PhD Final Oral Dissertation Defense: Ben Stilin, Program in Applied Mathematics

When

2 – 3 p.m., July 22, 2026

Student:     Ben Stilin, Program in Applied Mathematics

Title:           Scaling laws for small random perturbations of an intermittently chaotic system

Advisors:   Kevin Lin, Math Department and Shankar Venkataramani, Math Department

Location:   ENR2, Room S395 | Zoom link: https://arizona.zoom.us/j/84477414141 

Abstract:   We analyze the invariant densities of a randomly perturbed circle map with a neutral fixed point, using a symmetrized Pomeau--Manneville model with additive noise. The deterministic density has an integrable singularity at the fixed point, and the noisy densities are known to converge to the deterministic density in L^1 as the noise amplitude approaches zero.
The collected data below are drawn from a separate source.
package fieldwright.field;

import java.util.ArrayList;
import java.util.List;

import fieldwright.integral.Cubature;
import fieldwright.integral.Integrand;
import fieldwright.quantity.AuthorException;

/**
 * A surface as seen from a place: the solid angle Ω = ∫ n·d/|d|³ dA (sr), positive where the normal points away from the place; a point
 * charge q there sends the flux qΩ/4π through it.
 * The parameters are cut at the nearest point into triangles with their tip there, radii mapped by a hyperbolic sine as wide as the gap
 * (Johnston and Elliott 2005, after Duffy 1982).
 */
final class Aperture {
    private static final double GOAL = 1e-12;
    private static final int MOST = 200_000;
    private static final int SIDE = 9;

    private final List<Domain> parts;
    private final List<double[][]> lattices = new ArrayList<>();
    private double[] tip;
    private double[] from;
    private double gap;

    Aperture(List<Domain> parts) {
        this.parts = parts;
        for (Domain part : parts) {
            double[][] places = new double[SIDE * SIDE][];
            for (int i = 0; i < places.length; i++) {
                places[i] = part.place(i % SIDE / (SIDE - 1.0), i / SIDE / (SIDE - 1.0));
            }
            lattices.add(places);
        }
    }

    /** Ω and a bound of its error. Errors: AuthorException when the place lies on the surface. */
    double[] seenFrom(double[] place) {
        from = place;
        double sum = 0;
        double error = 0;
        for (int i = 0; i < parts.size(); i++) {
            Domain part = parts.get(i);
            nearest(part, lattices.get(i));
            if (gap <= 1e-14 * (Vectors.norm(place) + part.size())) {
                throw new AuthorException(String.format(java.util.Locale.ROOT, "fluxThrough: the surface touches a line or point charge at (%.6g, %.6g, %.6g) m, where "
                    + "the flux has one value on each side. Move the surface a little to the side that is meant.", place[0], place[1], place[2]));
            }
            Cubature.Result r = Cubature.integrate(pieces(part), 1, false, new Cubature.Goal(GOAL, 1, GOAL, MOST), null);
            sum += r.value()[0];
            error += r.error()[0] + 32 * Sampler.EPS * r.magnitude()[0];
        }
        return new double[] {sum, error};
    }

    /** Parameters of the point nearest to the place: the best of a lattice, then Gauss-Newton steps that shorten the distance. */
    private void nearest(Domain part, double[][] lattice) {
        int best = 0;
        for (int i = 1; i < lattice.length; i++) {
            best = distance(lattice[i]) < distance(lattice[best]) ? i : best;
        }
        tip = new double[] {best % SIDE / (SIDE - 1.0), best / SIDE / (SIDE - 1.0)};
        gap = distance(lattice[best]);
        for (int step = 0; step < 30; step++) {
            double[] move = newton(part);
            double scale = 1;
            boolean nearer = false;
            while (scale > 1e-3 && !nearer) {
                double[] next = {inside(tip[0] - scale * move[0]), inside(tip[1] - scale * move[1])};
                double d = distance(part.place(next));
                nearer = d < gap;
                if (nearer) {
                    tip = next;
                    gap = d;
                }
                scale /= 4;
            }
            if (!nearer) {
                return;
            }
        }
    }

    private double[] newton(Domain part) {
        double[] d = Vectors.minus(part.place(tip), from);
        double[][] t = {slope(part, 0), slope(part, 1)};
        double[] g = {Vectors.dot(t[0], d), Vectors.dot(t[1], d)};
        double a = Vectors.dot(t[0], t[0]);
        double b = Vectors.dot(t[0], t[1]);
        double c = Vectors.dot(t[1], t[1]);
        for (int k = 0; k < 2; k++) {
            boolean pressed = tip[k] == 0 && g[k] > 0 || tip[k] == 1 && g[k] < 0;
            if (pressed) {
                double own = k == 0 ? c : a;
                double other = own > 0 ? g[1 - k] / own : 0;
                return k == 0 ? new double[] {0, other} : new double[] {other, 0};
            }
        }
        double det = a * c - b * b;
        if (!(det > 1e-14 * a * c)) {
            return new double[] {a > 0 ? g[0] / a : 0, c > 0 ? g[1] / c : 0};
        }
        return new double[] {(c * g[0] - b * g[1]) / det, (a * g[1] - b * g[0]) / det};
    }

    private double[] slope(Domain part, int k) {
        double h = 1e-5;
        double[] low = tip.clone();
        double[] high = tip.clone();
        low[k] = inside(tip[k] - h);
        high[k] = inside(tip[k] + h);
        double[] d = Vectors.minus(part.place(high), part.place(low));
        double width = high[k] - low[k];
        return new double[] {d[0] / width, d[1] / width, d[2] / width};
    }

    private static double inside(double t) {
        return Math.min(1, Math.max(0, t));
    }

    private double distance(double[] p) {
        return Vectors.norm(Vectors.minus(p, from));
    }

    private List<Cubature.Piece> pieces(Domain part) {
        List<Cubature.Piece> all = new ArrayList<>();
        for (int k = 0; k < 2; k++) {
            if (isCollapsed(part, 1 - k)) {
                for (double way : new double[] {-tip[k], 1 - tip[k]}) {
                    if (way != 0) {
                        all.add(Cubature.Piece.whole(new Strip(part, k, way), 10, 10));
                    }
                }
                return all;
            }
        }
        for (double u : new double[] {-tip[0], 1 - tip[0]}) {
            for (double v : new double[] {-tip[1], 1 - tip[1]}) {
                if (u != 0 && v != 0) {
                    all.add(Cubature.Piece.whole(new Triangle(part, u, v, true), 10, 10));
                    all.add(Cubature.Piece.whole(new Triangle(part, u, v, false), 10, 10));
                }
            }
        }
        return all;
    }

    /** Whether the whole line of parameter {@code k} through the tip is one point, such as the middle of a disc. */
    private boolean isCollapsed(Domain part, int k) {
        double most = 0;
        for (double t : new double[] {0.03, 0.31, 0.64, 0.93}) {
            double[] other = tip.clone();
            other[k] = t;
            most = Math.max(most, Vectors.norm(Vectors.minus(part.place(other), part.place(tip))));
        }
        return most < 1e-3 * gap;
    }

    /** Width, in parameters, over which distance grows from the gap. */
    private double width(Domain part, double[] end) {
        double length = Vectors.norm(Vectors.minus(part.place(end), part.place(tip)));
        return Math.min(10, Math.max(1e-13, length > 0 ? gap / length : 10));
    }

    private static double reach(double width) {
        double inverse = 1 / width;
        return Math.log(inverse + Math.sqrt(inverse * inverse + 1));
    }

    /** From a line that is all at one distance to an end: across it by a hyperbolic sine, along it plainly. */
    private final class Strip extends Mapped {
        private final int across;
        private final double way;
        private final double width;
        private final double reach;

        Strip(Domain part, int across, double way) {
            super(part);
            this.across = across;
            this.way = way;
            double[] end = tip.clone();
            end[across] += way;
            width = width(part, end);
            reach = reach(width);
        }

        @Override
        void map(double[][] s, int n) {
            for (int i = 0; i < n; i++) {
                double r = width * Math.sinh(s[0][i] * reach);
                t[across][i] = tip[across] + r * way;
                t[1 - across][i] = s[1][i];
                size[i] = width * Math.cosh(s[0][i] * reach) * reach * Math.abs(way);
            }
        }
    }

    /** Half of the rectangle from the tip to the corner (u, v) away: radius, then the way along the far side. */
    private final class Triangle extends Mapped {
        private final double u;
        private final double v;
        private final boolean alongV;
        private final double width;
        private final double reach;

        Triangle(Domain part, double u, double v, boolean alongV) {
            super(part);
            this.u = u;
            this.v = v;
            this.alongV = alongV;
            width = width(part, alongV ? new double[] {tip[0] + u, tip[1]} : new double[] {tip[0], tip[1] + v});
            reach = reach(width);
        }

        @Override
        void map(double[][] s, int n) {
            for (int i = 0; i < n; i++) {
                double r = width * Math.sinh(s[0][i] * reach);
                double q = s[1][i];
                t[0][i] = tip[0] + r * u * (alongV ? 1 : q);
                t[1][i] = tip[1] + r * v * (alongV ? q : 1);
                size[i] = width * Math.cosh(s[0][i] * reach) * reach * r * Math.abs(u * v);
            }
        }
    }

    private abstract class Mapped implements Integrand {
        private final Domain part;
        final double[][] t = new double[2][BLOCK];
        final double[] size = new double[BLOCK];
        private final double start = Math.abs(from[0]) + Math.abs(from[1]) + Math.abs(from[2]);

        Mapped(Domain part) {
            this.part = part;
        }

        /** Fills the parameters {@link #t} and the {@link #size} of the mapped element. */
        abstract void map(double[][] s, int n);

        private double area(int i) {
            return Vectors.norm(new double[] {part.element[0][i], part.element[1][i], part.element[2][i]});
        }

        @Override
        public int dimension() {
            return 2;
        }

        @Override
        public int components() {
            return 1;
        }

        @Override
        public void evaluate(double[][] s, int n, double[][] out, double[] noise) {
            map(s, n);
            part.elements(t, n);
            for (int i = 0; i < n; i++) {
                double x = part.place[0][i] - from[0];
                double y = part.place[1][i] - from[1];
                double z = part.place[2][i] - from[2];
                double d = Math.sqrt(x * x + y * y + z * z);
                out[0][i] = (part.element[0][i] * x + part.element[1][i] * y + part.element[2][i] * z) / d / d / d * size[i];
                double reach = Math.abs(part.place[0][i]) + Math.abs(part.place[1][i]) + Math.abs(part.place[2][i]) + start;
                noise[i] = Math.abs(size[i]) * area(i) / d / d * 2 * Sampler.EPS * reach / d;   // both places are known to their rounding
            }
        }
    }
}
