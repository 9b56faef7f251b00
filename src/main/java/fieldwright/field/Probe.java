package fieldwright.field;

/**
 * One place at which a source is seen, and what its field E and potential V there add to the answer:
 * answer field += a·E + b·V, answer potential += c·V. Images in surroundings are probes at reflected places.
 * {@code a} by rows, sheet frame.
 */
record Probe(double[] place, double[] a, double[] b, double c) {
    static Probe direct(double x, double y, double z) {
        return new Probe(new double[] {x, y, z}, new double[] {1, 0, 0, 0, 1, 0, 0, 0, 1}, null, 1);
    }

    /** Whether it sees the source as it is, but for a factor. */
    boolean isPlain() {
        for (int k = 0; k < 9; k++) {
            if (a[k] != (k % 4 == 0 ? c : 0)) {
                return false;
            }
        }
        return b == null;
    }

    Probe times(double factor) {
        double[] m = a.clone();
        for (int k = 0; k < 9; k++) {
            m[k] *= factor;
        }
        double[] v = b == null ? null : new double[] {factor * b[0], factor * b[1], factor * b[2]};
        return new Probe(place, m, v, factor * c);
    }
}
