package fieldwright.field;

import java.util.List;
import java.util.OptionalInt;
import java.util.Set;

import fieldwright.formula.BlockFunction;
import fieldwright.formula.Formula;
import fieldwright.geometry.NodeFunction;

/**
 * A density as a smooth function of position, which may be evaluated beyond its body: needed to integrate radially from a place.
 * Only formulas that are smooth through the axis and the origin qualify: x, y, z as they are, rho and r only evenly.
 */
final class SpaceFunction {
    private static final Set<String> ALLOWED = Set.of("x", "y", "z", "rho", "r");

    private final BlockFunction function;
    private final List<String> used;
    private final double[][] scratch;
    private final double constant;
    /** Polynomial degree along a straight line, or −1. */
    final int degree;

    private SpaceFunction(BlockFunction function, List<String> used, int degree) {
        this.function = function;
        this.used = used;
        this.degree = degree;
        scratch = new double[used.size()][fieldwright.geometry.Nodes.BLOCK];
        double[] one = new double[1];
        if (used.isEmpty()) {
            function.evaluate(new double[0][], 1, one);
        }
        constant = one[0];
    }

    /** The function, or null when the formula does not qualify. */
    static SpaceFunction of(Formula f) {
        List<String> used = f.variables().stream().sorted().toList();
        if (!ALLOWED.containsAll(used) || !NodeFunction.isSmooth(f)) {
            return null;
        }
        BlockFunction function = f.compile(used);
        if (!isEven(function, used, "rho") || !isEven(function, used, "r")) {
            return null;
        }
        int degree = 0;
        for (String name : used) {
            OptionalInt d = f.degree(name);
            degree = d.isEmpty() || degree < 0 ? -1 : degree + d.getAsInt();
        }
        return new SpaceFunction(function, used, degree);
    }

    /** f(−v) = f(v) at places chosen once, of several sizes. */
    private static boolean isEven(BlockFunction f, List<String> used, String name) {
        int at = used.indexOf(name);
        if (at < 0) {
            return true;
        }
        java.util.Random random = new java.util.Random(20);
        double[] arguments = new double[used.size()];
        for (int trial = 0; trial < 12; trial++) {
            double size = Math.pow(10, trial / 2 - 4);
            for (int k = 0; k < arguments.length; k++) {
                arguments[k] = size * (0.2 + random.nextDouble());
            }
            double plus = f.at(arguments);
            arguments[at] = -arguments[at];
            double minus = f.at(arguments);
            if (Double.isFinite(plus) != Double.isFinite(minus) || Math.abs(plus - minus) > 1e-12 * Math.abs(plus)) {
                return false;
            }
        }
        return true;
    }

    boolean isConstant() {
        return used.isEmpty();
    }

    double constant() {
        return constant;
    }

    /** Values at anchor + offset. */
    void evaluate(double[] anchor, double[][] offset, int n, double[] out) {
        if (used.isEmpty()) {
            java.util.Arrays.fill(out, 0, n, constant);
            return;
        }
        for (int k = 0; k < scratch.length; k++) {
            NodeFunction.fromPosition(used.get(k), offset, anchor, n, scratch[k]);
        }
        function.evaluate(scratch, n, out);
    }
}
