package fieldwright.field;

import fieldwright.geometry.Chart;
import fieldwright.geometry.Nodes;

/** A ball about a patch (m, sheet frame), from a grid of its places and somewhat larger: good for choices, not for bounds. */
record Ball(double[] centre, double radius) {
    private static final int[] SIDE = {1, 33, 9, 6};

    static Ball of(Patch patch, Workspace space) {
        Chart chart = patch.chart();
        int d = chart.dimension();
        double[] middle = new double[d];
        java.util.Arrays.fill(middle, 0.5);
        Chart.Anchor anchor = chart.anchor(middle);
        double[] centre = patch.frame().toSheet(anchor.position());
        Nodes nodes = space.nodes;
        double[][] du = new double[3][1];
        int total = (int) Math.round(Math.pow(SIDE[d], d));
        double reach = 0;
        for (int i = 0; i < total; i++) {
            int rest = i;
            for (int k = 0; k < d; k++) {
                du[k][0] = (double) (rest % SIDE[d]) / (SIDE[d] - 1) - 0.5;
                rest /= SIDE[d];
            }
            chart.evaluate(anchor, du, 1, nodes);
            double square = 0;
            for (int a = 0; a < 3; a++) {
                square += nodes.offset[a][0] * nodes.offset[a][0];
            }
            reach = Math.max(reach, Math.sqrt(square));
        }
        return new Ball(centre, 1.2 * reach);
    }
}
To characterize the structure of the noisy density and its convergence properties, we develop a formal matched asymptotic framework. By matching a stochastic differential equation approximation near the fixed point with the discrete dynamics in the chaotic region, our closed-form approximation reveals the boundary-layer profile and predicts explicit scaling laws for both the L^1-convergence rate and the spectral gap closure rate. These scaling predictions and profiles are confirmed numerically using a Galerkin method with nonuniform B-splines.